Breastfeeding is a journey and it has lots of ups and downs, well done OP for making it as far as you have and I understand you want your partner to value you and all you’ve done for your family.

Summerfun54321 · 01/05/2023 06:09

Of course it's the end of a journey. It can be really emotional stopping and I can imagine especially as your DC is ill. Just tell your DH how you feel, maybe you could do something for you like a massage or get your nails done. Ignore the negative comments here. You've soothed and comforted a sick child during an incredibly stressful time.

Abacusporttaco · 01/05/2023 06:19

Your H had way too many opinions on your breastfeeding ‘journey’…
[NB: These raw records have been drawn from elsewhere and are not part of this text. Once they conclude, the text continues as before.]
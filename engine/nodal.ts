// Node factors f, nodal angles u and equilibrium arguments V after Schureman (1958), Manual of Harmonic
// Analysis and Prediction of Tides (US C&GS Special Publication 98). Formula numbers are his.

import { fundamentalArguments, lunarOrbit, normalizeDegrees, type FundamentalArguments } from './astro.js';
import { findConstituent, CONSTITUENT_NAMES, type Constituent, type NodalRule } from './constituents.js';
import { itemAt, numberAt } from './item.js';

const DEG = Math.PI / 180;

type RuleValues = Record<NodalRule, { f: number; u: number }>;

/** f and u (degrees) of every node-factor family at the given fundamental arguments. */
export function nodalRules(args: FundamentalArguments): RuleValues {
  const { I, nu, xi, nuPrime, twoNuSecond } = lunarOrbit(args.N);
  const i = I * DEG;
  const sinI = Math.sin(i);
  const sin2I = Math.sin(2 * i);
  const cosHalf2 = Math.cos(i / 2) ** 2;
  const sinHalf2 = Math.sin(i / 2) ** 2;
  const nuR = nu * DEG;
  const P = (args.p - xi) * DEG; // Schureman: P = p − ξ, the perigee reckoned from the lunar intersection
  const fM2 = cosHalf2 ** 2 / 0.9154; // formula 78
  const fO1 = (sinI * cosHalf2) / 0.38; // formula 75

  // L2 (Schureman's formulas 213–215): the two elliptic terms near 2T − s + 2h combined into one.
  const tan2 = sinHalf2 / cosHalf2;
  const invRa = Math.sqrt(1 - 12 * tan2 * Math.cos(2 * P) + 36 * tan2 * tan2);
  const R = Math.atan2(Math.sin(2 * P), cosHalf2 / sinHalf2 / 6 - Math.cos(2 * P)); // tan R = sin 2P / (⅙cot²½I − cos 2P)

  // M1 (Schureman's formulas 197, 206): the two elliptic diurnal terms at T − s + h ± p, argument taken
  // at T − s + h + p. Their sum is ∝ 3 cos I·e^{iP} + cos²½I·e^{−iP}, whose angle Q satisfies
  // tan Q = (5 cos I − 1)/(7 cos I + 1)·tan P and whose size is 2 cos²½I/Qa,
  // 1/Qa = (¼ + 1.5 cos I cos 2P / cos²½I + 2.25 cos²I / cos⁴½I)^½; so u = −ν + (Q − P), f = f(O1)/Qa.
  const cosI = Math.cos(i);
  const invQa = Math.sqrt(0.25 + (1.5 * cosI * Math.cos(2 * P)) / cosHalf2 + (2.25 * cosI * cosI) / (cosHalf2 * cosHalf2));
  const QminusP = Math.atan2(-cosHalf2 * Math.sin(2 * P), 3 * cosI + cosHalf2 * Math.cos(2 * P));

  return {
    none: { f: 1, u: 0 },
    Mm: { f: (2 / 3 - sinI * sinI) / 0.5021, u: 0 }, // formula 73
    Mf: { f: (sinI * sinI) / 0.1578, u: -2 * xi }, // formula 74
    O1: { f: fO1, u: 2 * xi - nu }, // formula 75
    J1: { f: sin2I / 0.7214, u: -nu }, // formula 76
    OO1: { f: (sinI * sinHalf2) / 0.0164, u: -2 * xi - nu }, // formula 77
    M2: { f: fM2, u: 2 * xi - 2 * nu }, // formula 78
    eta2: { f: (sinI * sinI) / 0.1565, u: -2 * nu }, // formula 79
    M3: { f: cosHalf2 ** 3 / 0.8758, u: 3 * xi - 3 * nu }, // formula 149
    // formula 227: lunar and solar K1 combined
    K1: { f: Math.sqrt(0.8965 * sin2I * sin2I + 0.6001 * sin2I * Math.cos(nuR) + 0.1006), u: -nuPrime },
    // formula 235: lunar and solar K2 combined
    K2: {
      f: Math.sqrt(19.0444 * sinI ** 4 + 2.7702 * sinI * sinI * Math.cos(2 * nuR) + 0.0981),
      u: -twoNuSecond,
    },
    M1: { f: fO1 * invQa, u: -nu + QminusP / DEG },
    L2: { f: fM2 * invRa, u: 2 * xi - 2 * nu - R / DEG },
  };
}

function resolve(names: readonly string[]): Constituent[] {
  return names.map((name) => {
    const c = findConstituent(name);
    if (!c) throw new Error(`unknown constituent "${name}"; known: ${CONSTITUENT_NAMES.join(', ')}`);
    return c;
  });
}

/** A set of constituents compiled for repeated evaluation of V, f and u at instants. */
export interface AstronomicalTerms {
  readonly constituents: readonly Constituent[];
  /** Writes V (degrees, [0, 360)), f and u (degrees) of each constituent at instant t into the arrays. */
  evaluate(t: number, V: Float64Array, f: Float64Array, u: Float64Array): void;
}

const RULE_NAMES = Object.keys(nodalRules(fundamentalArguments(0))) as NodalRule[];

export function compileAstronomicalTerms(names: readonly string[]): AstronomicalTerms {
  const constituents = resolve(names);
  const n = constituents.length;
  const mult = new Float64Array(n * 6);
  const phase = new Float64Array(n);
  // node-factor terms flattened: constituent k uses terms termStart[k] … termStart[k + 1] − 1
  const termStart = new Int32Array(n + 1);
  const termRule: number[] = [];
  const termU: number[] = [];
  const termF: number[] = [];
  constituents.forEach((c, k) => {
    for (let i = 0; i < 6; i++) mult[k * 6 + i] = itemAt(c.multipliers, i, 'multipliers');
    phase[k] = c.phase;
    for (const term of c.nodal) {
      termRule.push(RULE_NAMES.indexOf(term.rule));
      termU.push(term.uMultiplier);
      termF.push(term.fExponent);
    }
    termStart[k + 1] = termRule.length;
  });
  const ruleF = new Float64Array(RULE_NAMES.length);
  const ruleU = new Float64Array(RULE_NAMES.length);
  return {
    constituents,
    evaluate(t, V, f, u) {
      const a = fundamentalArguments(t);
      const rules = nodalRules(a);
      for (let i = 0; i < RULE_NAMES.length; i++) {
        ruleF[i] = rules[itemAt(RULE_NAMES, i, 'RULE_NAMES')].f;
        ruleU[i] = rules[itemAt(RULE_NAMES, i, 'RULE_NAMES')].u;
      }
      for (let k = 0; k < n; k++) {
        const m = k * 6;
        const v =
          numberAt(phase, k, 'phase') + numberAt(mult, m, 'mult') * a.T + numberAt(mult, m + 1, 'mult') * a.s + numberAt(mult, m + 2, 'mult') * a.h +
          numberAt(mult, m + 3, 'mult') * a.p + numberAt(mult, m + 4, 'mult') * a.N + numberAt(mult, m + 5, 'mult') * a.pp;
        V[k] = normalizeDegrees(v);
        let fk = 1;
        let uk = 0;
        for (let j = itemAt(termStart, k, 'termStart'); j < itemAt(termStart, k + 1, 'termStart'); j++) {
          const r = itemAt(termRule, j, 'termRule');
          for (let e = 0; e < itemAt(termF, j, 'termF'); e++) fk *= numberAt(ruleF, r, 'ruleF');
          uk += itemAt(termU, j, 'termU') * numberAt(ruleU, r, 'ruleU');
        }
        f[k] = fk;
        u[k] = uk;
      }
    },
  };
}

/** Node factors f and nodal angles u (degrees) of the named constituents at the given arguments. */
export function nodeFactorsFromArguments(
  names: readonly string[],
  args: FundamentalArguments,
): { f: Float64Array; u: Float64Array } {
  const constituents = resolve(names);
  const rules = nodalRules(args);
  const f = new Float64Array(constituents.length).fill(1);
  const u = new Float64Array(constituents.length);
  constituents.forEach((c, k) => {
    for (const term of c.nodal) {
      f[k] = numberAt(f, k, 'f') * rules[term.rule].f ** term.fExponent;
      u[k] = numberAt(u, k, 'u') + term.uMultiplier * rules[term.rule].u;
    }
  });
  return { f, u };
}

/** Node factors f and nodal angles u (degrees) of the named constituents at instant t (UTC ms). */
export function nodeFactors(names: readonly string[], t: number): { f: Float64Array; u: Float64Array } {
  return nodeFactorsFromArguments(names, fundamentalArguments(t));
}

/** Equilibrium arguments V (degrees, [0, 360)) of the named constituents at instant t: V₀ of that instant. */
export function equilibriumArguments(names: readonly string[], t: number): Float64Array {
  const terms = compileAstronomicalTerms(names);
  const n = names.length;
  const V = new Float64Array(n);
  terms.evaluate(t, V, new Float64Array(n), new Float64Array(n));
  return V;
}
Ossification · 01/05/2023 06:37

... money to treat yourself to a piece of jewellery with your milk so you have a reminder
Are you on drugs? That is just very weird.
And why would you not remember you have breastfed for 2 years?
Eew
_
But OP, breast-feeding has been happening for milennia. Not someyhing which deserves/needs recognition. But I really do with your DC the best

Ossification · 01/05/2023 06:38
  • wish!

Sorry big fingers!

Wilkolampshade · 01/05/2023 06:38

I'm so sorry that your child's illness is ongoing. That must be horrendous for all of you. Xx
I agree that I think the use of 'journey' has unnecessarily riled people, which is unfortunate given that there are bigger issues being discussed here.

FWIW, could it possibly be that your DH had hoped for some kind of almost miraculous protection from breastfeeding and is unbearably disappointed to realise that this is not the case? Could his silence reflect this? Perhaps he is having to face up to a difficult reality?

I really hope your little one turns a corner soon OP.